*Collected data*

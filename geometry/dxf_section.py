"""Read a DXF drawing (model space) into a :class:`~geometry._outline.Drawing` with ezdxf.

The curves on a region's layer make its outlines: closed LWPOLYLINE/POLYLINE/CIRCLE/SPLINE/ELLIPSE
entities as they are, and LINE/ARC/open polylines chained end to end (ends closer than the
tolerance join).  Arcs (ARC, CIRCLE, polyline bulges) become equal chords within the chord
tolerance (:func:`~geometry._outline.arc_segments`); splines and ellipses are flattened by ezdxf
to the same tolerance.  Curves on every other layer are markers: a face layer or a DXF group names
the outline edges its curves lie on.  Blocks (INSERT) are not expanded.
"""
from __future__ import annotations

import math

import numpy as np

from ._outline import Drawing, Piece, Strand, bulge_points, chain, arc_points, outline_of
from .section import GeometryError
from .section_spec import SectionFileSpec

CURVES = ("LINE", "ARC", "CIRCLE", "LWPOLYLINE", "POLYLINE", "SPLINE", "ELLIPSE")
INSUNITS = {1: "inches", 2: "feet", 4: "millimetres", 5: "centimetres", 6: "metres", 14: "decimetres"}


def read_dxf(spec: SectionFileSpec) -> Drawing:
    import ezdxf      # here: ezdxf costs ~0.3 s CPU to import, which a parametric case never needs

    source = spec.path.name
    try:
        doc = ezdxf.readfile(str(spec.path))
    except (OSError, UnicodeError) as exc:
        raise GeometryError([f"section file {source}: cannot be read as DXF ({exc})"]) from None
    except ezdxf.DXFStructureError as exc:
        raise GeometryError([f"section file {source}: not a valid DXF file ({exc})"]) from None
    code = doc.header.get("$INSUNITS", 0)
    drawing = Drawing(source=source, kind="dxf",
                      file_units=f"$INSUNITS = {code} ({INSUNITS[code]})" if code in INSUNITS else "")
    groups: dict[str, list[str]] = {}
    for name, group in doc.groups:
        for entity in group:
            groups.setdefault(entity.dxf.handle, []).append(name)
    region_layers = {r.layer.casefold() for r in spec.regions if r.layer}
    chord = spec.chord_tolerance / spec.scale          # in drawing units
    flat_tol = spec.tolerance / spec.scale
    problems, strands, layers = [], {}, {}
    for entity in doc.modelspace():
        kind = entity.dxftype()
        layer = entity.dxf.layer
        on_region = layer.casefold() in region_layers
        what = f"{kind} #{entity.dxf.handle} on layer {layer!r}"
        if kind == "INSERT" and on_region:
            problems.append(f"{source}: {what} is a block reference; blocks are not read: explode it so that "
                            f"the outline's own curves are in model space")
            continue
        if kind not in CURVES:
            continue
        try:
            parts, closed = _curve_parts(entity, kind, chord)
        except ValueError as exc:
            problems.append(f"{source}: {what}: {exc}")
            continue
        layers.setdefault(layer.casefold(), layer)
        ids = []
        for k, wcs in enumerate(parts):
            if np.ptp(wcs[:, 2]) > flat_tol:
                problems.append(f"{source}: {what} is not drawn in the XY plane (its z runs "
                                f"{wcs[:, 2].min():.4g} … {wcs[:, 2].max():.4g}); draw the section in the XY plane")
                break
            label = what if len(parts) == 1 else f"segment {k + 1} of {what}"
            piece = Piece(points=spec.to_section(wcs), where=label, layer=layer,
                          names=tuple(groups.get(entity.dxf.handle, ())))
            if on_region:
                drawing.pieces.append(piece)
                ids.append(len(drawing.pieces) - 1)
            else:
                drawing.markers.append(piece)
        else:
            if on_region and ids:
                if closed:
                    drawing.outlines.append(outline_of(ids, [False] * len(ids), drawing.pieces,
                                                       f"layer {layer!r} of {source}", layer=layer))
                else:
                    strands.setdefault(layer.casefold(), []).append(Strand(ids, [False] * len(ids)))
    for key, found in strands.items():
        loops, chain_problems = chain(found, drawing.pieces, spec.tolerance, f"layer {layers[key]!r} of {source}")
        problems += chain_problems
        for loop in loops:
            drawing.outlines.append(outline_of([p for p, _ in loop], [f for _, f in loop], drawing.pieces,
                                               f"layer {layers[key]!r} of {source}", layer=layers[key]))
    if problems:
        raise GeometryError(problems)
    drawing.layers = tuple(layers.values())
    return drawing


def _curve_parts(entity, kind, chord) -> tuple[list[np.ndarray], bool]:
    """The entity as polylines in WCS drawing coordinates (k, 3): one per polyline segment, else one;
    and whether it closes on itself."""
    if kind == "LINE":
        return [np.array([entity.dxf.start, entity.dxf.end], float)], False
    if kind in ("ARC", "CIRCLE"):
        centre = entity.dxf.center
        radius = float(entity.dxf.radius)
        if kind == "CIRCLE":
            start, sweep = 0.0, 2.0 * math.pi
        else:
            start = math.radians(entity.dxf.start_angle)
            sweep = math.radians((entity.dxf.end_angle - entity.dxf.start_angle) % 360.0) or 2.0 * math.pi
        pts = arc_points((centre.x, centre.y), radius, start, sweep, chord)
        if kind == "CIRCLE":
            pts[-1] = pts[0]
        return [_ocs_to_wcs(entity, pts, centre.z)], kind == "CIRCLE"
    if kind == "LWPOLYLINE":
        vertices = [(float(x), float(y), float(b)) for x, y, b in entity.get_points("xyb")]
        return _polyline_parts(entity, vertices, bool(entity.closed), float(entity.dxf.elevation), chord)
    if kind == "POLYLINE":
        if entity.is_2d_polyline:
            vertices = [(v.dxf.location.x, v.dxf.location.y, float(v.dxf.bulge)) for v in entity.vertices]
            return _polyline_parts(entity, vertices, bool(entity.is_closed), float(entity.dxf.elevation.z), chord)
        if entity.is_3d_polyline:
            pts = np.array([tuple(v.dxf.location) for v in entity.vertices], float)
            if entity.is_closed:
                pts = np.vstack([pts, pts[:1]])
            return [pts[k:k + 2] for k in range(len(pts) - 1)], bool(entity.is_closed)
        raise ValueError("a polygon mesh or polyface is not an outline")
    # SPLINE, ELLIPSE: flattened by ezdxf to the chord tolerance (WCS)
    pts = np.array([tuple(v) for v in entity.flattening(chord)], float)
    if len(pts) < 2:
        raise ValueError("too short to be a curve")
    closed = bool(np.allclose(pts[0], pts[-1]))
    return [pts], closed


def _polyline_parts(entity, vertices, closed, elevation, chord):
    if len(vertices) < 2:
        raise ValueError("a polyline needs at least two vertices")
    if not closed and math.dist(vertices[0][:2], vertices[-1][:2]) == 0.0 and len(vertices) > 2:
        vertices, closed = vertices[:-1], True
    n = len(vertices)
    parts = []
    for k in range(n if closed else n - 1):
        x0, y0, bulge = vertices[k]
        x1, y1, _ = vertices[(k + 1) % n]
        if (x0, y0) == (x1, y1):
            continue                                  # a repeated vertex
        parts.append(_ocs_to_wcs(entity, bulge_points((x0, y0), (x1, y1), bulge, chord), elevation))
    if not parts:
        raise ValueError("all its vertices coincide")
    return parts, closed


def _ocs_to_wcs(entity, pts2: np.ndarray, elevation: float) -> np.ndarray:
    pts = np.column_stack([pts2, np.full(len(pts2), elevation)])
    extrusion = tuple(entity.dxf.get("extrusion", (0.0, 0.0, 1.0)))
    if np.allclose(extrusion, (0.0, 0.0, 1.0)):
        return pts
    ocs = entity.ocs()
    return np.array([tuple(v) for v in ocs.points_to_wcs(pts.tolist())], float)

*Work to complete*
Return the opening line of the data and every line after it through the line containing "entities as they", please, exactly as written and with nothing added.

*Task output*
filename geometry/dxf_section.py
"""Read a DXF drawing (model space) into a :class:`~geometry._outline.Drawing` with ezdxf.

The curves on a region's layer make its outlines: closed LWPOLYLINE/POLYLINE/CIRCLE/SPLINE/ELLIPSE
entities as they are, and LINE/ARC/open polylines chained end to end (ends closer than the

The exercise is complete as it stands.